Description of the task: State the number of lines in the entries below where the string "happens" occurs, and omit everything else.

________________________

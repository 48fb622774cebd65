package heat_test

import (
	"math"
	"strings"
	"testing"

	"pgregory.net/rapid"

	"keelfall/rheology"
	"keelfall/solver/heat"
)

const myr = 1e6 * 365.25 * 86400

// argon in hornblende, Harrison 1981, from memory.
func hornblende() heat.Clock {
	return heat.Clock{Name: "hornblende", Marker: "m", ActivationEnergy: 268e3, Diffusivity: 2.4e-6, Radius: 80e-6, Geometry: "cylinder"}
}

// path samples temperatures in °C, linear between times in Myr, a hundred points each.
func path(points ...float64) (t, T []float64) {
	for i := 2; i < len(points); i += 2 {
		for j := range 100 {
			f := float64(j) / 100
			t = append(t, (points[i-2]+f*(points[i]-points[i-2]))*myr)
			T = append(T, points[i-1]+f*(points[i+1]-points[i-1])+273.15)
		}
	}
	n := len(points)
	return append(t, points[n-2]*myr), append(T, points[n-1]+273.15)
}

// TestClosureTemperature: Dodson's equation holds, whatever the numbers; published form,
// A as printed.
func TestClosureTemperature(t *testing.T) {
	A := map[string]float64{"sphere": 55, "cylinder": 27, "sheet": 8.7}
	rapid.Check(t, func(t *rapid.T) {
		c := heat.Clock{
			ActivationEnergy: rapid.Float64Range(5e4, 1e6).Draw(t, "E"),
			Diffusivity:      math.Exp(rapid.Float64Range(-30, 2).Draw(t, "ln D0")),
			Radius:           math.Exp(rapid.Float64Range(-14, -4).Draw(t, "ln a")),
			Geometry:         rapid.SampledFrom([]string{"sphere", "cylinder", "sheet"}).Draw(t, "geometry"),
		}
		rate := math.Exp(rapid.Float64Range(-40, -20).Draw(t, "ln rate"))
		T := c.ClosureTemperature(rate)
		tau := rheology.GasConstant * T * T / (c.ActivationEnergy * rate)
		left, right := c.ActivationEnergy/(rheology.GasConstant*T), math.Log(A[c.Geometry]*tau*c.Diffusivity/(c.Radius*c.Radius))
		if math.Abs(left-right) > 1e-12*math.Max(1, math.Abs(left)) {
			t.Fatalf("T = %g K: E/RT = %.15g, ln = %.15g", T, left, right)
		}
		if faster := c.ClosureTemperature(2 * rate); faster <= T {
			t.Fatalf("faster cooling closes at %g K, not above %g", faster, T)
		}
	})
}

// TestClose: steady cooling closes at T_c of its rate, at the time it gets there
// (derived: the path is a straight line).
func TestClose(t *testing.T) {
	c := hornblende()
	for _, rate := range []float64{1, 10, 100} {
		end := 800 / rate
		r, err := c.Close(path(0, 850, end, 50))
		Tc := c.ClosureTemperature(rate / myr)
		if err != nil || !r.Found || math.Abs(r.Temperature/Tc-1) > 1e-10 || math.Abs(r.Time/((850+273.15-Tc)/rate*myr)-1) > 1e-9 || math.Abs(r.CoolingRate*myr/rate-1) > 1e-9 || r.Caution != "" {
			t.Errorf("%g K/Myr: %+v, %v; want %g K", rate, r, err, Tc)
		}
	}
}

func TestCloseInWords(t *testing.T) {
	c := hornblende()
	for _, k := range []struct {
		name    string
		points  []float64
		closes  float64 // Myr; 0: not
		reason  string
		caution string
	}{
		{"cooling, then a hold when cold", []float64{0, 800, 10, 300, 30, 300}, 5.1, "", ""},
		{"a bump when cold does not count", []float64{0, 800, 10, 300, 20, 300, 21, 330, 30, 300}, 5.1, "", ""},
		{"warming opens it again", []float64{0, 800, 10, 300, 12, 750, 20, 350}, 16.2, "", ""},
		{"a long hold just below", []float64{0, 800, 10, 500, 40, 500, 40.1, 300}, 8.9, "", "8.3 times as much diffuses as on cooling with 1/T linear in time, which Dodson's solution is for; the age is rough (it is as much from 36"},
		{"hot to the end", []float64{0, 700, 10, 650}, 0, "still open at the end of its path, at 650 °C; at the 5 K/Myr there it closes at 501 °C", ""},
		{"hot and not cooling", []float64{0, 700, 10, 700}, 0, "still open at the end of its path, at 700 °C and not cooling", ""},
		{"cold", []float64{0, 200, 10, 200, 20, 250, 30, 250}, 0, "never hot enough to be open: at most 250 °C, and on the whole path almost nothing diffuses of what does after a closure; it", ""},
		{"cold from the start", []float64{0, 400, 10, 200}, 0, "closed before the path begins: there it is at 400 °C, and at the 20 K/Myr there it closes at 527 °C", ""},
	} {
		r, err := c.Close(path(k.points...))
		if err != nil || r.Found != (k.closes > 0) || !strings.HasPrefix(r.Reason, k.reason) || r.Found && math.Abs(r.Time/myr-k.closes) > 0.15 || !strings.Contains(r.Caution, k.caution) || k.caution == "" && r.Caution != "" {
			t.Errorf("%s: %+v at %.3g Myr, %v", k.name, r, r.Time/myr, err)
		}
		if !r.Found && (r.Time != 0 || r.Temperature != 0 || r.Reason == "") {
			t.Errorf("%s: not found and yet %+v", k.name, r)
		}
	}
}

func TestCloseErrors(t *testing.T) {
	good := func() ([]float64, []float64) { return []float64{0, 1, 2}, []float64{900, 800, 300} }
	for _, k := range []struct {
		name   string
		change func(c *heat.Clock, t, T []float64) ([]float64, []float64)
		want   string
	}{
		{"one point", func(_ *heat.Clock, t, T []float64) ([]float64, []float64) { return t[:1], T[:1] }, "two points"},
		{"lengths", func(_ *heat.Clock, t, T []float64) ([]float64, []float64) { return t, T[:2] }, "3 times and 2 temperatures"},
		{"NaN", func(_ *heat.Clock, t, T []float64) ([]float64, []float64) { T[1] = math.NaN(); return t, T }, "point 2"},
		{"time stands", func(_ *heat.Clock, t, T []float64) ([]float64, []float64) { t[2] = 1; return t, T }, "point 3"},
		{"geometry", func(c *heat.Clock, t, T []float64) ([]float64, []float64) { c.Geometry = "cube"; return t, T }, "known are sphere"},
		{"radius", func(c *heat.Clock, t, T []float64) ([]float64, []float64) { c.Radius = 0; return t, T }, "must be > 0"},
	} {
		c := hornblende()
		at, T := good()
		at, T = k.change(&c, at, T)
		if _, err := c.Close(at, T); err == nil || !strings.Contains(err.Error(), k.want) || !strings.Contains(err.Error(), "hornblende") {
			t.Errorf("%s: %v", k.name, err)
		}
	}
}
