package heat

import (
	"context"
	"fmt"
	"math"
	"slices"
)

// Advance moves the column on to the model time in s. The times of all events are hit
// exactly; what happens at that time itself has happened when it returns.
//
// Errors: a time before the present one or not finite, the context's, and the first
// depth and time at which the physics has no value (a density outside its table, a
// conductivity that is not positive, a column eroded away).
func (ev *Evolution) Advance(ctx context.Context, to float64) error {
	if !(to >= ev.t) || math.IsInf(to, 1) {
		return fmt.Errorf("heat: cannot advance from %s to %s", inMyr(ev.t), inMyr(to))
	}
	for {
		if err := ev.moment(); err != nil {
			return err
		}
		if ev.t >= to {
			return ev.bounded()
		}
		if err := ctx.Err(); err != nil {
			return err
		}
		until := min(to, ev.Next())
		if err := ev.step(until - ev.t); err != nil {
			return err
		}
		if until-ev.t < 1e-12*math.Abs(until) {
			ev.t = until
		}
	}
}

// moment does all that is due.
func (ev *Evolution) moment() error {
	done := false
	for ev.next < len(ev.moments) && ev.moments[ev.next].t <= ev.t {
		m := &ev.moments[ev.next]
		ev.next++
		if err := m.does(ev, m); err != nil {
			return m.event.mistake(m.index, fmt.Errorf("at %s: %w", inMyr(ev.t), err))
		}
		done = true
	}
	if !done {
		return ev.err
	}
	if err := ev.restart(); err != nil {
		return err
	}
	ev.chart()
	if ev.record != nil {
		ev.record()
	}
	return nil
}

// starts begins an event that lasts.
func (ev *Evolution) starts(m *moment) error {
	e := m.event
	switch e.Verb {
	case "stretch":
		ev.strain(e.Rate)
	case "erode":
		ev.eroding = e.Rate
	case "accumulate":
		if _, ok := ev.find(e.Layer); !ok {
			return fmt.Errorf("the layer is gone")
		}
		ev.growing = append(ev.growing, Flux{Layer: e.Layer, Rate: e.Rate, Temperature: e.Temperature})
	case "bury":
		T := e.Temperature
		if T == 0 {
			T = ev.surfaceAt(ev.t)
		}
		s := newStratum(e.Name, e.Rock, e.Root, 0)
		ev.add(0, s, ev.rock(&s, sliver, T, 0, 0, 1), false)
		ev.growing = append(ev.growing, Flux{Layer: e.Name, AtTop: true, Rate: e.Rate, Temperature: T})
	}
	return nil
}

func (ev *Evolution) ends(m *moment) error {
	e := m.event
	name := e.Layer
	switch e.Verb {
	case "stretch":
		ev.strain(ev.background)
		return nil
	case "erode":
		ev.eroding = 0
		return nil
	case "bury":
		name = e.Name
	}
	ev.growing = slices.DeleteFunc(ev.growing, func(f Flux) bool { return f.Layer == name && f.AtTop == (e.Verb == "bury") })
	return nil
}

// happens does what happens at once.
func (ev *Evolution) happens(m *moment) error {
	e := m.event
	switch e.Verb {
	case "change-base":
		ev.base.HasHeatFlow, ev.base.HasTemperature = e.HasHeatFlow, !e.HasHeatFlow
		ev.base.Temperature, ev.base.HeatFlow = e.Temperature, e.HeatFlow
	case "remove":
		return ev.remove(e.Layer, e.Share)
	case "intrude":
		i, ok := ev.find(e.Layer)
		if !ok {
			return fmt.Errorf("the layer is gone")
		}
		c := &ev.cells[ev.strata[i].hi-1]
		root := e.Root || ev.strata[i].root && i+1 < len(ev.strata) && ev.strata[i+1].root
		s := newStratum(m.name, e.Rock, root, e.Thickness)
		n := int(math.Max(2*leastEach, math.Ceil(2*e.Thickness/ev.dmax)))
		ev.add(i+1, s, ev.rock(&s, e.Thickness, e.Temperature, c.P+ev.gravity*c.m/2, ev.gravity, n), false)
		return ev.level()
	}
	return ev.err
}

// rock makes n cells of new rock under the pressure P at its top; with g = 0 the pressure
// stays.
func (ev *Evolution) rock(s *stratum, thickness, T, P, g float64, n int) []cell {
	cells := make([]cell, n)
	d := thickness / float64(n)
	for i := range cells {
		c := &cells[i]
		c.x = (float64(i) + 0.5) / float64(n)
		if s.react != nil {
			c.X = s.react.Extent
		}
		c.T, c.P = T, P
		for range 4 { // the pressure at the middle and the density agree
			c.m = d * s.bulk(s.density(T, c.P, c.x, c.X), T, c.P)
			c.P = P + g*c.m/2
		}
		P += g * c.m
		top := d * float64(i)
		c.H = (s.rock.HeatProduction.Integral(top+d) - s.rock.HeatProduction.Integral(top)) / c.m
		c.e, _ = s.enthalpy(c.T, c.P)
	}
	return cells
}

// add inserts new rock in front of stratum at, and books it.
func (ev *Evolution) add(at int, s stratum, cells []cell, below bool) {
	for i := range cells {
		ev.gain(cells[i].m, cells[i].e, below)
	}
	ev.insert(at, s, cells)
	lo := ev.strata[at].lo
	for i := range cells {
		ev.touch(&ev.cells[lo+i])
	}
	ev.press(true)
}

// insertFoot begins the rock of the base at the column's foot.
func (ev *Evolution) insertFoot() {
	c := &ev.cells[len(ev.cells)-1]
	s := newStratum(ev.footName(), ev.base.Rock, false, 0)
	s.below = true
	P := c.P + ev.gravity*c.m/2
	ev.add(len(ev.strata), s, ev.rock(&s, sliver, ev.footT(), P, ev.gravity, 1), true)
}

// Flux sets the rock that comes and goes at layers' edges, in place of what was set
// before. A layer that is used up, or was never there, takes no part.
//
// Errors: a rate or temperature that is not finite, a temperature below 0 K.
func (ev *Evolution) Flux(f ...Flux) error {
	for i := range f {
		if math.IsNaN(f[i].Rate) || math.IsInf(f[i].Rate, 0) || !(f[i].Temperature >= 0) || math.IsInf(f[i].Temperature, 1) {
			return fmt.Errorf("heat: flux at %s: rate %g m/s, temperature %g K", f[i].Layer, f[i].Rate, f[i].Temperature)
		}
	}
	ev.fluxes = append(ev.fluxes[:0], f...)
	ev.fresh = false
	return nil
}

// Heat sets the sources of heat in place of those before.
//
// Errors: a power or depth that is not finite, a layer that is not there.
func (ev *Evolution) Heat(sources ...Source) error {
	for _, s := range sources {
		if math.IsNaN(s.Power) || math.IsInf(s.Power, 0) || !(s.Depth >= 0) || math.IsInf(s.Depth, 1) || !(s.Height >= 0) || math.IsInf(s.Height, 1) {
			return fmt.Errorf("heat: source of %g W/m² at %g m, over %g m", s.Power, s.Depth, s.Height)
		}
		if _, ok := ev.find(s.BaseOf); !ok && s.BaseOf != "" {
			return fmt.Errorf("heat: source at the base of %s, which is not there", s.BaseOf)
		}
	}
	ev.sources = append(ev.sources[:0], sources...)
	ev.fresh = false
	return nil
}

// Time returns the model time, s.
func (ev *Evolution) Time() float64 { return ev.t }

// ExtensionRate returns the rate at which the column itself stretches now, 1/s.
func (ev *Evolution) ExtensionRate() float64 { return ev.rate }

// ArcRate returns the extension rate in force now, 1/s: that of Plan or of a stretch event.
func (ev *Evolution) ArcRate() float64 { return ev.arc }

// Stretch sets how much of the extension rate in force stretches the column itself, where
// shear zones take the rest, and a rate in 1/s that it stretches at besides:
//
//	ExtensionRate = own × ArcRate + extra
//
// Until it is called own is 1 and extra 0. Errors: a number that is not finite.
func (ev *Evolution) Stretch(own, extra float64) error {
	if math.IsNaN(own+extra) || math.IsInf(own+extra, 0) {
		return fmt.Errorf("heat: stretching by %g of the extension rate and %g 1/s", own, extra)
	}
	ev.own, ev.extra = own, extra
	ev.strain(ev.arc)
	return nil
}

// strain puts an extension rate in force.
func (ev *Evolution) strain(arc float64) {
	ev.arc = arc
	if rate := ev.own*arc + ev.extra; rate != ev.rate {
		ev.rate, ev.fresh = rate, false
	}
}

________________________

Answer below: 3